There is no consensus on the vertical transmission of Covid19. Some studies have founded mother-to-child transmission of covid19 impossible. Furthermore, some studies claim that vertical transmission is possible(2). In our case, mother had no signs and symptoms of infection and his nasopharyngeal swab test was negative. Although there is some report of possible vertical transmission of coivd19 infection from mother that they had history of disease in 6 weeks before delivery (3). Also with epidemic condition of covid19, we could not exclude the transmission of covid19 from asymptomatic carrier mother to fetus.
There was several studies that reported diagnosis and management of covid19 early sepsis in neonates. Zeng et al in China reported that covid19 presented clinically in 9 percent of neonate as early-onset sepsis(4).Zhu et al. suggested that SARS-COV-2 in neonate can cause respiratory distress, thrombocytopenia or abnormalities in liver function tests or maybe death on neonates (2) in our study, newborn had respiratory distress, lymphopenia, elevated LDH, hypocalcaemia, hypokalemia, thrombocytopenia and elevated INR at 5th day of life. CRP level did not rise. Saeedi et al showed in infants, unlike adults, elevated inflammatory markers are less common, CRP does not increase in neonates, and leukopenia and lymphopenia are less common(5).Serology test (IgM and IgG against SARS-COV-2) was negative. It has been reported that a significant proportion of neonates with positive RT-PCR results had negative antibody tests, maybe due to host factors that effect on the immune response to SARS-CoV-2 (6)
In our case, radiographic findings were nonspecific, also due to instability of the patient, we were not able to get chest CT scan (computed tomography). Some studies showed that radiographic findings in neonates could be normal and may be show thickened lung texture, mild pulmonary infection, ground glass opacity, and patchy shadow under pleura, and in the chest CT scan, we may see subpleural lesions with localized inflammatory infiltration.(4, 5)
During this pandemic, there are few reports of neonatal early-onset infection of SARS-COV-2. Premature neonates maybe at risk of more severe signs and symptoms. Up to now, no valid guideline for the treatment of Covid19 disease in neonates has yet been published. Therefore, the management of Covid19 disease in neonates is usually different in each hospital(7) and in each country, medical groups have been developed guidelines for the neonatal COVID-19 disease (guideline models in Italy(8), United Kingdom(9), United State(10), Islamic Republic of Iran(11) addressed at reference). Undoubtedly, these are urgent steps against the pandemic, but due to constant updates and some controversial data, health systems have difficulty in determining the best guidelines. In addition, it is clear that our knowledge about early onset infection of SARS-COV-2 is incomplete in many ways.

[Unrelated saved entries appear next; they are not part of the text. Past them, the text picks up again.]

"""The outputs a study collects from each evaluated model: mass, CG, CG height, front share, axle loads, inertia
about the vehicle axes and the margin of every rule.

Values are SI (kg, m, kg·m², fractions); each :class:`Output` carries its unit. Rule margins are positive inside
the limit and negative outside, in the rule's unit (:class:`massmodel.vehicle.balance.RuleResult`).
"""

from __future__ import annotations

import re
from collections.abc import Sequence
from dataclasses import dataclass

import numpy as np
import numpy.typing as npt

from massmodel.core.errors import NotFoundError, UsageError
from massmodel.core.massprops import MassProperties
from massmodel.core.model import Model, Rule, RuleCheck
from massmodel.vehicle.balance import check_rule, static_balance

__all__ = ["Output", "OutputPlan", "RuleLimits", "column_of", "worst_points", "BASIC_OUTPUTS", "VEHICLE_OUTPUTS", "outputs_of", "rule_limits", "select_outputs",
           "evaluate_outputs", "OUTPUT_NAMES"]


@dataclass(frozen=True, slots=True)
class Output:
    """One collected quantity.

    Attributes
    ----------
    key : str
        Name used on the command line and as the JSON/CSV key stem (``cg_x``; rules: ``margin_<rule name>``
        with the name in lower case and other characters as ``_``).
    label : str
        Words for tables and plots.
    unit : str
        SI unit of the value (``kg``, ``m``, ``kg*m^2``, ``fraction``).
    rule : int or None
        For a rule margin: the rule's index in ``model.rules``.
    """

    key: str
    label: str
    unit: str
    rule: int | None = None


BASIC_OUTPUTS = (
    Output("mass", "mass", "kg"),
    Output("cg_x", "CG x (model frame)", "m"),
    Output("cg_y", "CG y (model frame)", "m"),
    Output("cg_z", "CG z (model frame)", "m"),
)
VEHICLE_OUTPUTS = (
    Output("cg_height", "CG height above ground", "m"),
    Output("front_share", "front share of the mass", "fraction"),
    Output("front_axle", "front axle load", "kg"),
    Output("rear_axle", "rear axle load", "kg"),
    Output("roll_inertia", "roll inertia (about forward through the CG)", "kg*m^2"),
    Output("pitch_inertia", "pitch inertia (about left through the CG)", "kg*m^2"),
    Output("yaw_inertia", "yaw inertia (about up through the CG)", "kg*m^2"),
)
OUTPUT_NAMES = tuple(o.key for o in BASIC_OUTPUTS + VEHICLE_OUTPUTS) + ("margins",)

_RULE_UNITS = {RuleCheck.MIN_MASS: "kg", RuleCheck.MIN_GROUP_MASS: "kg", RuleCheck.MIN_AXLE_LOAD: "kg",
               RuleCheck.FRONT_FRACTION: "fraction", RuleCheck.MAX_CG_HEIGHT: "m"}


@dataclass(frozen=True, slots=True)
class RuleLimits:
    """A rule's limits in its unit (None where the rule has no bound on that side), for plots and reports."""

    name: str
    check: str
    unit: str
    lower: float | None
    upper: float | None


def column_of(outputs: Sequence[Output], values: npt.NDArray[np.float64], key: str) -> npt.NDArray[np.float64]:
    """The column of output ``key`` in a (points, outputs) table."""
    for i, o in enumerate(outputs):
        if o.key == key:
            return values[:, i]
    raise NotFoundError(f"no output '{key}'; outputs: {', '.join(o.key for o in outputs)}")


def worst_points(outputs: Sequence[Output], values: npt.NDArray[np.float64]) -> list[tuple[int, int]]:
    """(output index, point index) of the smallest margin of each rule margin output (the first point on ties)."""
    return [(i, int(np.argmin(values[:, i]))) for i, o in enumerate(outputs) if o.rule is not None]


def rule_limits(rule: Rule) -> RuleLimits:
    """The bounds of ``rule`` (:class:`RuleLimits`)."""
    if rule.check is RuleCheck.FRONT_FRACTION:
        lower = rule.minimum if rule.minimum is not None else 0.0
        upper = rule.maximum if rule.maximum is not None else 1.0
        return RuleLimits(rule.name, rule.check.value, "fraction", lower, upper)
    if rule.check is RuleCheck.MAX_CG_HEIGHT:
        return RuleLimits(rule.name, rule.check.value, "m", None, rule.limit)
    return RuleLimits(rule.name, rule.check.value, _RULE_UNITS[rule.check], rule.limit, None)


def outputs_of(model: Model) -> tuple[Output, ...]:
    """Every output the model offers: the vehicle ones only with a [vehicle] section, one margin per rule."""
    rules = tuple(Output(f"margin_{_slug(r.name)}", f"margin of '{r.name}'", _RULE_UNITS[r.check], rule=i)
                  for i, r in enumerate(model.rules))
    return BASIC_OUTPUTS + (VEHICLE_OUTPUTS if model.vehicle is not None else ()) + rules


def _slug(name: str) -> str:
    """A rule name as a key: lower case, runs of other characters as one '_' (``front share`` → ``front_share``)."""
    return re.sub(r"[^a-z0-9]+", "_", name.lower()).strip("_") or "rule"


def select_outputs(model: Model, names: Sequence[str] | None) -> tuple[Output, ...]:
    """The outputs named (``margins`` stands for every rule margin; None or empty: all of them).

    Raises
    ------
    ValueError
        An unknown name, or a vehicle output of a model without a [vehicle] section.
    """
    offered = outputs_of(model)
    if not names:
        return offered
    by_key = {o.key: o for o in offered}
    picked: list[Output] = []
    for name in names:
        if name == "margins":
            picked.extend(o for o in offered if o.rule is not None)
        elif name in by_key:
            picked.append(by_key[name])
        elif name in {o.key for o in VEHICLE_OUTPUTS}:
            raise UsageError(f"output '{name}' needs a [vehicle] section in the model")
        else:
            raise UsageError(f"unknown output '{name}'; outputs: {', '.join(OUTPUT_NAMES)}")
    return tuple(dict.fromkeys(picked))


class OutputPlan:
    """Evaluates outputs of many models that share one list of component paths (the models of one study).

    The selections of the mass rules (``min_mass`` without some groups, ``min_group_mass`` of some groups) depend on
    paths only, so they are found once; each model's rule value is then the sum of the selected masses in component
    order, the same sum :func:`massmodel.vehicle.balance.check_rule` makes. Models with other paths (e.g. parts left
    out) are evaluated through ``check_rule`` itself.

    Parameters
    ----------
    model : Model
        A model with the study's component paths and rules.
    outputs : sequence of Output
    """

    def __init__(self, model: Model, outputs: Sequence[Output]) -> None:
        self.outputs = tuple(outputs)
        self.paths = tuple(c.path for c in model.components)
        self.rules = model.rules
        self.selections: list[list[int] | None] = []
        for rule in model.rules:
            if rule.check is RuleCheck.MIN_MASS:
                chosen = {id(c) for c in model.select(exclude=rule.exclude)}
            elif rule.check is RuleCheck.MIN_GROUP_MASS:
                chosen = {id(c) for c in model.select(include=rule.groups)}
            else:
                self.selections.append(None)
                continue
            self.selections.append([i for i, c in enumerate(model.components) if id(c) in chosen])

    def evaluate(self, model: Model, total: MassProperties | None = None) -> tuple[list[float], list[float]]:
        """See :func:`evaluate_outputs`."""
        same = len(model.components) == len(self.paths) and model.rules == self.rules
        return evaluate_outputs(model, self.outputs, self if same else None, total)


def evaluate_outputs(model: Model, outputs: Sequence[Output], plan: OutputPlan | None = None,
                     total: MassProperties | None = None) -> tuple[list[float], list[float]]:
    """The values of ``outputs`` for one model, and the value of each of the model's rules.

    Parameters
    ----------
    model : Model
    outputs : sequence of Output
    plan : OutputPlan, optional
        Selections of the mass rules found for models with these component paths (see :class:`OutputPlan`).
    total : MassProperties, optional
        ``model.mass_properties()`` when the caller has it already.

    Returns
    -------
    values : list of float
        In the order of ``outputs``, SI.
    rule_values : list of float
        The checked value of each rule of the model (rule's unit), in the model's rule order.

    Notes
    -----
    Axle loads, front share and CG height from :func:`massmodel.vehicle.balance.static_balance` (Jazar 2008, ch. 2,
    from memory); the inertia about a vehicle axis through the CG is ``a·I·a`` for the unit axis ``a`` (Goldstein,
    Poole & Safko 2002, §5.3).
    """
    total = model.mass_properties() if total is None else total
    vehicle = model.vehicle
    balance = static_balance(total, vehicle) if vehicle is not None else None
    rule_values: list[float] = []
    margins: list[float] = []
    for k, rule in enumerate(model.rules):
        chosen = plan.selections[k] if plan is not None else None
        if chosen is None:
            result = check_rule(model, rule, balance)
            rule_values.append(float(result.value))
            margins.append(float(result.margin))
        else:  # check_rule's sum (the engine's masses of the same parts, one numpy sum), and its margin
            value = float(model.arrays()[0][chosen].sum())
            rule_values.append(value)
            margins.append(value - float(rule.limit or 0.0))
    values: list[float] = []
    for o in outputs:
        if o.rule is not None:
            values.append(margins[o.rule])
            continue
        if o.key == "mass":
            values.append(total.mass)
        elif o.key.startswith("cg_") and o.key[3:] in ("x", "y", "z"):
            values.append(float(total.center["xyz".index(o.key[3:])]))
        else:
            assert balance is not None and vehicle is not None
            axis = {"roll_inertia": vehicle.forward, "pitch_inertia": vehicle.left, "yaw_inertia": vehicle.up}.get(o.key)
            if axis is not None:
                values.append(float(axis @ total.inertia @ axis))
            else:
                values.append(float({"cg_height": balance.cg_height, "front_share": balance.front_fraction,
                                     "front_axle": balance.front, "rear_axle": balance.rear}[o.key]))
    return values, rule_values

In this paper, we report our experience about use of corticosteroid and IVIg in covid19 pneumonia in one neonate. There is no specific drug for COVID-19. The principle of care is supportive (including oxygen therapy, electrolyte maintenance, acid-base balance, nutritional support). Most of studies for newborns with severe acute respiratory distress syndrome implemented surfactant, nitric oxide, mechanical ventilation. According to some studies, recommended ventilation in neonates with COVID-19 is high-frequency oscillating ventilation(5). In our study, at first we used intratracheal surfactant and Assist Control (A/C) mode ventilation then Synchronized intermittent mandatory ventilation (SIMV) mode ventilation until extubation.

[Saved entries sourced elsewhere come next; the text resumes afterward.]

__all__ = [
    "FORMAT",
    "WHOLE",
    "AxisMap",
    "Conventions",
    "Estimate",
    "EstimateError",
    "EstimateItem",
    "Products",
    "ReferenceKind",
    "load_estimate",
    "loads_estimate",
    "normalise",
    "normalise_arrays",
    "signed_permutations",
]

FloatArray = npt.NDArray[np.float64]

#: Format tag of the JSON and CSV estimate files.
FORMAT = "massmodel-estimate/1"
#: Item name of the whole: everything compared (the model, or the group chosen on the command line).
WHOLE = "*"

_AXES = "xyz"


class EstimateError(ModelFileError):
    """A problem in an estimate (file, item, field, message), reported like a model-file problem."""


class Products(enum.Enum):
    """Sign convention of the products of inertia."""

    NEGATIVE = "negative"  # tensor convention: I_xy = -∫xy dm (massmodel's own)
    POSITIVE = "positive"  # P_xy = +∫xy dm (frequent in mass-properties reports)

    @property
    def formula(self) -> str:
        return "I_xy = -∫xy dm" if self is Products.NEGATIVE else "P_xy = +∫xy dm"


class ReferenceKind(enum.Enum):
    """The point the tensors of an estimate are taken about (axes parallel to the estimate axes)."""

    CG = "cg"  # each item's own CG
    ORIGIN = "origin"  # the estimate's origin
    POINT = "point"  # a point stated in the file (estimate coordinates)


# --- axes -----------------------------------------------------------------------------------------------------

_WORDS = {"forward": ("forward", 1.0), "rearward": ("forward", -1.0), "left": ("left", 1.0),
          "right": ("left", -1.0), "up": ("up", 1.0), "down": ("up", -1.0)}
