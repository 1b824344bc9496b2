"""Large studies on Dask distributed: the points are cut into chunks, each worker evaluates its chunks with
:func:`massmodel.studies.sweep.evaluate_chunk` (the function the single-process run uses) and sends back a few
numbers per point; the results come back in point order, so they equal the single-process run.

Dask is an optional extra (``pip install massmodel[cluster]``); it is imported only here, when used. Without a
scheduler address a local cluster is started on this machine and closed afterwards.
"""

from __future__ import annotations

import logging
from collections.abc import Mapping, Sequence
from typing import Any

import numpy as np
import numpy.typing as npt

from massmodel.core.errors import UsageError

from .sweep import CHUNK, Progress, Study, chunks, evaluate_chunk

__all__ = ["run_points_dask", "dask_available", "DaskRunner"]

FloatArray = npt.NDArray[np.float64]


def dask_available() -> str | None:
    """None when dask.distributed can be imported, else the reason it cannot."""
    try:
        import distributed  # noqa: F401
    except ImportError as exc:
        return f"dask.distributed is not installed ({exc}); install the extra: pip install 'massmodel[cluster]'"
    return None


def run_points_dask(study: Study, points: Sequence[Mapping[str, str]], progress: Progress | None = None,
                    chunk: int = CHUNK, address: str | None = None, workers: int = 2, processes: bool = True,
                    client: Any = None) -> tuple[FloatArray, FloatArray]:
    """Evaluate the points on a Dask cluster.

    Parameters
    ----------
    study : Study
    points : sequence of mapping
        Override maps, as :func:`massmodel.studies.sweep.grid_points` makes them.
    chunk : int
        Points per task.
    address : str, optional
        Scheduler address (``tcp://host:8786``); None starts a local cluster of ``workers`` workers.
    processes : bool
        Local cluster of processes (True) or of threads in this process (False).
    client : distributed.Client, optional
        An existing client to use (then ``address``, ``workers`` and ``processes`` are ignored).

    Raises
    ------
    ValueError
        Dask missing, or the scheduler cannot be reached; a point the model cannot be built at.
    """
    reason = dask_available()
    if reason is not None:
        raise UsageError(reason)
    from distributed import Client, LocalCluster, as_completed

    own: list[Any] = []
    try:
        if client is None:
            if address is None:
                # quiet workers: a task's error comes back through its future; the log would only add the
                # heartbeat noise of a cluster shutting down
                cluster = LocalCluster(n_workers=workers, threads_per_worker=1, processes=processes,
                                       dashboard_address=None, silence_logs=logging.CRITICAL)
                own.append(cluster)
                client = Client(cluster)
            else:
                try:
                    client = Client(address, timeout="20s")
                except OSError as exc:
                    raise UsageError(f"--cluster {address}: cannot reach the Dask scheduler ({exc})") from None
            own.insert(0, client)
        pieces = chunks(points, chunk)
        scattered = client.scatter(study, broadcast=True)
        futures = [client.submit(evaluate_chunk, scattered, list(piece), pure=False) for piece in pieces]
        index = {f.key: i for i, f in enumerate(futures)}
        results: list[tuple[FloatArray, FloatArray] | None] = [None] * len(futures)
        done = 0
        for future in as_completed(futures):
            i = index[future.key]
            results[i] = future.result()
            done += len(pieces[i])
            if progress is not None:
                progress(done, len(points))
        if not results:
            ev = study.evaluator()
            from .outputs import select_outputs

            return np.empty((0, len(select_outputs(ev.base, study.outputs)))), np.empty((0, len(ev.base.rules)))
        return (np.concatenate([r[0] for r in results if r is not None]),
                np.concatenate([r[1] for r in results if r is not None]))
    finally:
        for thing in own:
            thing.close()


class DaskRunner:
    """A runner for :func:`massmodel.studies.sweep.sweep` that sends the points to Dask (arguments as
    :func:`run_points_dask`)."""

    def __init__(self, address: str | None = None, workers: int = 2, processes: bool = True, chunk: int = CHUNK,
                 client: Any = None) -> None:
        self.address, self.workers, self.processes, self.chunk, self.client = address, workers, processes, chunk, client

    def __call__(self, study: Study, points: Sequence[Mapping[str, str]], progress: Progress | None = None
                 ) -> tuple[FloatArray, FloatArray]:
        return run_points_dask(study, points, progress, self.chunk, self.address, self.workers, self.processes,
                               self.client)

some studies had different experience. Sagheb reported good outcome of using Hydroxychloroquine in treatment of covid19 pneumonia in two cases(12). Kamali used Oseltamivir in a 15 day old neonate and baby discharged with good condition(13) however, there is insufficient data to suggest any benefit of these medication.(14)

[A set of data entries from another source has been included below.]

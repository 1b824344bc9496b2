"""What changed between two versions of a model: parts added, removed and changed, and each part's share of the
change of the total mass, CG and inertia tensor.

Decomposition (exact; the shares add up to the total change):

* mass: ``ΔM = Σ (m'_i − m_i)``;
* CG: ``C' − C = Σ_i [m'_i (r'_i − C) − m_i (r_i − C)] / M'`` (first moments about the old CG);
* inertia about the CG: ``I'_{C'} − I_C = Σ_i ([I'_i + m'_i S(r'_i − C)] − [I_i + m_i S(r_i − C)]) − M' S(C' − C)``
  with ``S(d) = |d|² E − d dᵀ`` (parallel-axis theorem, Goldstein, Poole & Safko, *Classical Mechanics*, 3rd ed.
  (2002), §5.3): each part's tensor about the old CG, plus one term for moving the reference point from the old CG
  to the new one (``recentre``), which belongs to no single part.

An unchanged part contributes exactly zero; an added part counts with m_i = 0, a removed one with m'_i = 0.
"""

from __future__ import annotations

from collections.abc import Mapping
from dataclasses import dataclass

import numpy as np
import numpy.typing as npt

from massmodel.core.errors import UsageError
from massmodel.core.massprops import MassProperties, parallel_axis_shift
from massmodel.core.model import Component, Model
from massmodel.vehicle.balance import static_balance

__all__ = ["PartChange", "GroupChange", "ModelDiff", "diff_models", "check_limits", "LIMIT_KEYS", "TOLERANCE"]

FloatArray = npt.NDArray[np.float64]
#: Differences below these count as no change (kg, m, kg·m²): far below any scale's or CAD model's resolution.
TOLERANCE = {"mass": 1e-9, "cg": 1e-9, "inertia": 1e-9}
#: Gating limits understood by :func:`check_limits`: SI unit of each.
LIMIT_KEYS = {"mass": "kg", "cg": "m", "cg_x": "m", "cg_y": "m", "cg_z": "m", "inertia": "kg*m^2"}


@dataclass(frozen=True, slots=True)
class PartChange:
    """One part that was added, removed or changed.

    Attributes
    ----------
    path : str
    status : str
        ``added``, ``removed`` or ``changed``.
    fields : tuple of str
        What changed: ``mass``, ``cg``, ``inertia``, ``shape``, ``source``, ``maturity``, ``material``.
    old, new : Component or None
    delta_mass : float
        kg.
    delta_cg : (3,) float
        This part's share of the total CG change, m, model frame.
    delta_inertia : (3, 3) float
        Its share of the total tensor change (about the old CG), kg·m², model axes.
    """

    path: str
    status: str
    fields: tuple[str, ...]
    old: Component | None
    new: Component | None
    delta_mass: float
    delta_cg: FloatArray
    delta_inertia: FloatArray


@dataclass(frozen=True, slots=True)
class GroupChange:
    """The summed shares of the changed parts in one group (a path prefix)."""

    path: str
    parts: int
    delta_mass: float
    delta_cg: FloatArray
    delta_inertia: FloatArray


@dataclass(frozen=True, slots=True)
class ModelDiff:
    """The difference between two models (see the module notes for the decomposition).

    Attributes
    ----------
    old_name, new_name : str
        How the two versions were named (file, or file@revision).
    old, new : MassProperties
        Totals, model frame.
    changes : tuple of PartChange
        Sorted by the size of the mass change, then path.
    groups : tuple of GroupChange
        Every group holding a changed part, sorted by path.
    recentre : (3, 3) float
        ``−M' S(C' − C)``: the tensor change from moving the reference point to the new CG, kg·m².
    old_balance, new_balance : dict or None
        Front share, CG height and axle loads of each version (when it has a [vehicle]).
    """

    old_name: str
    new_name: str
    old: MassProperties
    new: MassProperties
    changes: tuple[PartChange, ...]
    groups: tuple[GroupChange, ...]
    recentre: FloatArray
    old_balance: Mapping[str, float] | None = None
    new_balance: Mapping[str, float] | None = None

    @property
    def delta_mass(self) -> float:
        return self.new.mass - self.old.mass

    @property
    def delta_cg(self) -> FloatArray:
        return self.new.center - self.old.center

    @property
    def delta_inertia(self) -> FloatArray:
        return self.new.inertia - self.old.inertia

    @property
    def empty(self) -> bool:
        """No part added, removed or changed."""
        return not self.changes


def _fields(a: Component, b: Component) -> tuple[str, ...]:
    out = []
    if abs(a.props.mass - b.props.mass) > TOLERANCE["mass"]:
        out.append("mass")
    if np.max(np.abs(a.props.center - b.props.center)) > TOLERANCE["cg"]:
        out.append("cg")
    if np.max(np.abs(a.props.inertia - b.props.inertia)) > TOLERANCE["inertia"]:
        out.append("inertia")
    if not _same_shape(a, b):
        out.append("shape")
    for name in ("source", "maturity", "material"):
        if getattr(a, name) != getattr(b, name):
            out.append(name)
    return tuple(out)


def _same_shape(a: Component, b: Component) -> bool:
    """Same primitive with the same sizes and the same number of cut-outs (shapes holding arrays, such as imported
    meshes, compare equal only when they are the same object)."""
    if type(a.shape) is not type(b.shape) or len(a.cutouts) != len(b.cutouts):
        return False
    try:
        return bool(a.shape == b.shape)
    except (ValueError, TypeError):
        return a.shape is b.shape


def _about(mp: MassProperties | None, point: FloatArray) -> tuple[float, FloatArray, FloatArray]:
    """(m, m (r − P), I + m S(r − P)) of a part about ``point``; zeros for a missing part."""
    if mp is None:
        return 0.0, np.zeros(3), np.zeros((3, 3))
    d = mp.center - point
    return mp.mass, mp.mass * d, mp.inertia + parallel_axis_shift(mp.mass, d)


def _balance(model: Model, total: MassProperties) -> dict[str, float] | None:
    if model.vehicle is None or total.mass <= 0.0:
        return None
    b = static_balance(total, model.vehicle)
    return {"front_fraction": b.front_fraction, "cg_height_m": b.cg_height, "front_axle_kg": b.front,
            "rear_axle_kg": b.rear}


def diff_models(old: Model, new: Model, old_name: str = "old", new_name: str = "new") -> ModelDiff:
    """Compare two models part by part (parts matched by path).

    Raises
    ------
    ValueError
        When a version has no mass (its CG is undefined).
    """
    a, b = old.mass_properties(), new.mass_properties()
    for name, mp in ((old_name, a), (new_name, b)):
        if not mp.mass > 0.0:
            raise UsageError(f"{name}: the model has no mass, so its CG is undefined")
    old_parts = {c.path: c for c in old.components}
    new_parts = {c.path: c for c in new.components}
    pivot = a.center
    changes = []
    fields: tuple[str, ...]
    for path in list(old_parts) + [p for p in new_parts if p not in old_parts]:
        before, after = old_parts.get(path), new_parts.get(path)
        if before is None:
            status, fields = "added", ("mass", "cg", "inertia")
        elif after is None:
            status, fields = "removed", ("mass", "cg", "inertia")
        else:
            fields = _fields(before, after)
            if not fields:
                continue
            status = "changed"
        m0, s0, i0 = _about(before.props if before else None, pivot)
        m1, s1, i1 = _about(after.props if after else None, pivot)
        changes.append(PartChange(path, status, fields, before, after, m1 - m0, (s1 - s0) / b.mass, i1 - i0))
    changes.sort(key=lambda c: (-abs(c.delta_mass), c.path))
    groups: dict[str, list[PartChange]] = {}
    for c in changes:
        segs = c.path.split("/")
        for k in range(1, len(segs)):
            groups.setdefault("/".join(segs[:k]), []).append(c)
    group_rows = tuple(
        GroupChange(g, len(members), float(sum(c.delta_mass for c in members)),
                    np.sum([c.delta_cg for c in members], axis=0), np.sum([c.delta_inertia for c in members], axis=0))
        for g, members in sorted(groups.items())
    )
    recentre = -parallel_axis_shift(b.mass, b.center - pivot)
    return ModelDiff(old_name, new_name, a, b, tuple(changes), group_rows, recentre, _balance(old, a), _balance(new, b))


def check_limits(diff: ModelDiff, limits: Mapping[str, float]) -> list[str]:
    """The gating limits the change goes over, as lines of text (empty: within every limit).

    Parameters
    ----------
    limits : mapping
        ``mass`` (kg, |ΔM|), ``cg`` (m, distance the CG moved), ``cg_x``/``cg_y``/``cg_z`` (m, one coordinate),
        ``inertia`` (kg·m², the largest change of a tensor entry), SI.
    """
    measured = {
        "mass": (abs(diff.delta_mass), "kg", 1.0),
        "cg": (float(np.linalg.norm(diff.delta_cg)), "mm", 1e3),
        "cg_x": (abs(float(diff.delta_cg[0])), "mm", 1e3),
        "cg_y": (abs(float(diff.delta_cg[1])), "mm", 1e3),
        "cg_z": (abs(float(diff.delta_cg[2])), "mm", 1e3),
        "inertia": (float(np.max(np.abs(diff.delta_inertia))), "kg*m^2", 1.0),
    }
    out = []
    for key, limit in limits.items():
        value, unit, scale = measured[key]
        if value > limit:
            out.append(f"{key} changed by {value * scale:.4g} {unit}, over the limit of {limit * scale:.4g} {unit}")
    return out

Coronado et al used Hydroxychloroquine and azithromycin for a 3-week-old patient(14). Moolasart treated a 47-day-old male newborn with Favipiravir, Hydroxychloroquine, and Lopinavir/Ritonavir. He claimed that a Favipiravir-based regimen may be the drug of choice for coronavirus disease 2019 pneumonia in the newborn(15). Hopwood used Remdesivir and corticosteroid and plasma in a 4 day old neonate that had good outcome(16) in our case, we used corticosteroid and IVIG for treatment of 5 day old neonate. IVIG has been used in some pediatric with Covid19 in special conditions(17). We achieved good results after 2 week treatment of Dexametasone 0.3 mg/kg/day and 2 gr/kg IVIG (in three divided doses). It seems that this treatments, along with adjuvant ventilation and the use of intratracheal surfactants, was able to improve the patient's lung and pleural involvement.